#  > OVERIGE FORA >  > NEWBIES & STARTERSVRAGEN >  >  roest van aluminium verwijderen

## G.P.Fransen

hallo allemaal

ik heb een partij flightcases gekocht van aluminium hier op zit veel roest (niet van de flight zelf maar waarschijnlijk van iets wat erop heeft gestaan in de regen) hoe verwijder ik dit netjes?

----------


## bertuss

wat d8 je van een staalborstel..?

----------


## G.P.Fransen

zonder van het chroom mat zilver te maken

----------


## Reemski

????
Om van chroom mat zilver te maken moeten we eerst van aluminium chroom maken....

Hmm... Dit kan ons geld gaan opleveren...   

Maar ik zou ook zeggen staalborstel, of schuren. Krijg je wel een lelijke plek, maar daar is het een kist voor geworden. Toch???

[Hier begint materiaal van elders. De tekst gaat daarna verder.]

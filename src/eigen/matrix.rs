//! Storage of real symmetric banded matrices (optionally periodic, with
//! wrap-around corners) and the generalized problem `A x = E B x`.
//!
//! Storage by diagonals: `bands[0]` is the main diagonal, `bands[d][i] = A[i][i+d]`
//! for `d = 1..=p`; with `wrap`, `bands[d][i] = A[i][(i+d) % n]` and every band
//! has length `n` (the last `d` entries of band `d` are the corner couplings).

use nalgebra::DMatrix;

use super::error::EigenError;

/// Real symmetric banded matrix. `bands[0]` is the diagonal (len n);
/// `bands[d][i] = A[i][i+d]` for d = 1..=p (len n - d), or, when `wrap`,
/// `A[i][(i+d) % n]` (len n; requires n > 2p).
#[derive(Debug, Clone, PartialEq)]
pub struct SymBanded {
    /// Dimension.
    pub n: usize,
    /// Diagonals 0..=p (see type docs).
    pub bands: Vec<Vec<f64>>,
    /// Periodic (ring) storage with wrap-around corners.
    pub wrap: bool,
}

/// The generalized problem `A x = E B x`; `b = None` means B = I.
/// B must be symmetric positive definite, of the same or smaller bandwidth
/// and the same `n` and `wrap` as A.
#[derive(Debug, Clone, Copy)]
pub struct Problem<'a> {
    /// The Hamiltonian-like matrix A.
    pub a: &'a SymBanded,
    /// The metric matrix B (None = identity).
    pub b: Option<&'a SymBanded>,
}

impl SymBanded {
    /// Half-bandwidth p (number of off-diagonals stored).
    pub fn half_bandwidth(&self) -> usize {
        self.bands.len().saturating_sub(1)
    }

    /// Checks band lengths, the wrap condition n > 2p and finiteness.
    pub fn validate(&self) -> Result<(), EigenError> {
        let shape = |what: String| Err(EigenError::Shape { what });
        if self.n == 0 {
            return shape("matrix dimension is 0".into());
        }
        if self.bands.is_empty() {
            return shape("no diagonal given".into());
        }
        let p = self.half_bandwidth();
        if self.wrap && self.n <= 2 * p {
            return shape(format!("wrap needs n > 2p, got n = {}, p = {p}", self.n));
        }
        if !self.wrap && p >= self.n && p > 0 {
            return shape(format!("half-bandwidth {p} >= n = {}", self.n));
        }
        for (d, band) in self.bands.iter().enumerate() {
            let want = if self.wrap { self.n } else { self.n - d };
            if band.len() != want {
                return shape(format!(
                    "band {d} has length {}, expected {want}",
                    band.len()
                ));
            }
            if band.iter().any(|v| !v.is_finite()) {
                return shape(format!("band {d} holds a non-finite entry"));
            }
        }
        Ok(())
    }

    /// Entry `A[i][j]` (0 outside the band). Panics if i or j >= n.
    pub fn get(&self, i: usize, j: usize) -> f64 {
        assert!(i < self.n && j < self.n, "index out of range");
        let p = self.half_bandwidth();
        let n = self.n;
        if self.wrap {
            let d = (j + n - i) % n;
            if d <= p {
                return self.bands[d][i];
            }
            let d2 = n - d;
            if d2 <= p {
                return self.bands[d2][j];
            }
            0.0
        } else {
            let (lo, hi) = if i <= j { (i, j) } else { (j, i) };
            let d = hi - lo;
            if d <= p {
                self.bands[d][lo]
            } else {
                0.0
            }
        }
    }

    /// y = A x. Panics if `x` or `y` is shorter than n.
    pub fn mul_vec(&self, x: &[f64], y: &mut [f64]) {
        let n = self.n;
        let x = &x[..n];
        let y = &mut y[..n];
        for ((yi, di), xi) in y.iter_mut().zip(&self.bands[0]).zip(x) {
            *yi = di * xi;
        }
        for (d, band) in self.bands.iter().enumerate().skip(1) {
            if self.wrap {
                for (i, &a) in band.iter().enumerate() {
                    let j = (i + d) % n;
                    y[i] += a * x[j];
                    y[j] += a * x[i];
                }
            } else {
                let m = n - d;
                for ((yi, &a), &xj) in y[..m].iter_mut().zip(band).zip(&x[d..]) {
                    *yi += a * xj;
                }
                for ((yj, &a), &xi) in y[d..].iter_mut().zip(band).zip(&x[..m]) {
                    *yj += a * xi;
                }
            }
        }
    }

    /// Rows `rows` of A x into `out` (`out.len() == rows.len()`): the same
    /// sums as [`Self::mul_vec`] for those rows, for kernels that work on a
    /// block of rows at a time. Panics if `x` is shorter than n or the rows
    /// run past n.
    pub fn mul_rows(&self, x: &[f64], rows: std::ops::Range<usize>, out: &mut [f64]) {
        let n = self.n;
        for (o, i) in out.iter_mut().zip(rows) {
            let mut s = self.bands[0][i] * x[i];
            for (d, band) in self.bands.iter().enumerate().skip(1) {
                if self.wrap {
                    s += band[i] * x[(i + d) % n];
                    let j = (i + n - d % n) % n;
                    s += band[j] * x[j];
                } else {
                    if i + d < n {
                        s += band[i] * x[i + d];
                    }
                    if i >= d {
                        s += band[i - d] * x[i - d];
                    }
                }
            }
            *o = s;
        }
    }

    /// 1-norm (= infinity norm, A symmetric): max over columns of sum |A_ij|.
    pub fn norm_one(&self) -> f64 {
        let n = self.n;
        let mut s: Vec<f64> = self.bands[0].iter().map(|v| v.abs()).collect();
        for (d, band) in self.bands.iter().enumerate().skip(1) {
            for (i, &a) in band.iter().enumerate() {
                let j = (i + d) % n;
                s[i] += a.abs();
                s[j] += a.abs();
            }
        }
        s.into_iter().fold(0.0, f64::max)
    }

    /// Dense copy (wrap corners included).
    pub fn to_dense(&self) -> DMatrix<f64> {
        let n = self.n;
        let mut m = DMatrix::zeros(n, n);
        for (d, band) in self.bands.iter().enumerate() {
            for (i, &a) in band.iter().enumerate() {
                let j = (i + d) % n;
                if d == 0 {
                    m[(i, i)] = a;
                } else {
                    m[(i, j)] += a;
                    m[(j, i)] += a;
                }
            }
        }
        m
    }
}

impl Problem<'_> {
    /// Checks both matrices and their compatibility (same n and wrap,
    /// bandwidth of B <= bandwidth of A).
    pub fn validate(&self) -> Result<(), EigenError> {
        self.a.validate()?;
        if let Some(b) = self.b {
            b.validate()?;
            if b.n != self.a.n || b.wrap != self.a.wrap {
                return Err(EigenError::Shape {
                    what: "A and B differ in n or wrap".into(),
                });
            }
            if b.half_bandwidth() > self.a.half_bandwidth() {
                return Err(EigenError::Shape {
                    what: "B has a larger bandwidth than A".into(),
                });
            }
        }
        Ok(())
    }

    /// Dimension n.
    pub fn n(&self) -> usize {
        self.a.n
    }

    /// y = B x (copy when B = I).
    pub fn mul_b(&self, x: &[f64], y: &mut [f64]) {
        match self.b {
            Some(b) => b.mul_vec(x, y),
            None => y[..x.len()].copy_from_slice(x),
        }
    }
}

#[cfg(test)]
mod tests {
    use super::*;

    fn ring(n: usize) -> SymBanded {
        SymBanded {
            n,
            bands: vec![vec![2.0; n], vec![-1.0; n], vec![0.25; n]],
            wrap: true,
        }
    }

    #[test]
    fn dense_get_and_mul_agree() {
        for a in [
            ring(7),
            SymBanded {
                n: 6,
                bands: vec![
                    vec![1.0, 2.0, 3.0, 4.0, 5.0, 6.0],
                    vec![0.1, 0.2, 0.3, 0.4, 0.5],
                    vec![-1.0, -2.0, -3.0, -4.0],
                ],
                wrap: false,
            },
        ] {
            a.validate().unwrap();
            let d = a.to_dense();
            let x: Vec<f64> = (0..a.n).map(|i| (i as f64 * 0.7).sin()).collect();
            let mut y = vec![0.0; a.n];
            a.mul_vec(&x, &mut y);
            let yd = &d * nalgebra::DVector::from_column_slice(&x);
            for i in 0..a.n {
                approx::assert_abs_diff_eq!(y[i], yd[i], epsilon = 1e-14);
                for j in 0..a.n {
                    assert_eq!(a.get(i, j), d[(i, j)]);
                }
            }
            let n1 = (0..a.n)
                .map(|j| (0..a.n).map(|i| d[(i, j)].abs()).sum::<f64>())
                .fold(0.0, f64::max);
            approx::assert_abs_diff_eq!(a.norm_one(), n1, epsilon = 1e-14);
        }
        // corner of the ring: A[0][6] = band1[6] = -1, A[0][5] = band2[5] = 0.25
        let r = ring(7);
        assert_eq!(r.get(0, 6), -1.0);
        assert_eq!(r.get(5, 0), 0.25);
    }

    #[test]
    fn shape_errors() {
        let bad = SymBanded {
            n: 4,
            bands: vec![vec![1.0; 4], vec![1.0; 4]],
            wrap: false,
        };
        assert!(matches!(bad.validate(), Err(EigenError::Shape { .. })));
        let small_ring = ring(4);
        assert!(matches!(
            small_ring.validate(),
            Err(EigenError::Shape { .. })
        ));
    }
}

Cola werkt ook goed tegen roest...

----------


## ludwig

Surface 95 van Kontakt chemie. Spuiten, laten werken, met keukenrol verwijderen, als het niet allemaal weg is nog eens opspuiten, wachten tot volgende dag... Bovendien is je materiaal daarna antistatisch, dus het duurt wat langer voor het vuil wordt.

----------


## Olaf Duffhuës

Ik wil eerst ff kwijt..aluminium kan NIET roesten......wel oxideren...kan het schoonmaken met een schuursponsje en jif...

Olaf, Duffhuës Edit Company.
Oss.

details....push it..

----------


## bertuss

ik denk dat dit ook werkt. het werkte bij mijn stootstrips....
ovenreiniger.
is heelaggressief spul, dus niet morsen!

----------


## Daan Hoffmans

> citaat:Ik wil eerst ff kwijt..aluminium kan NIET roesten......wel oxideren...kan het schoonmaken met een schuursponsje en jif...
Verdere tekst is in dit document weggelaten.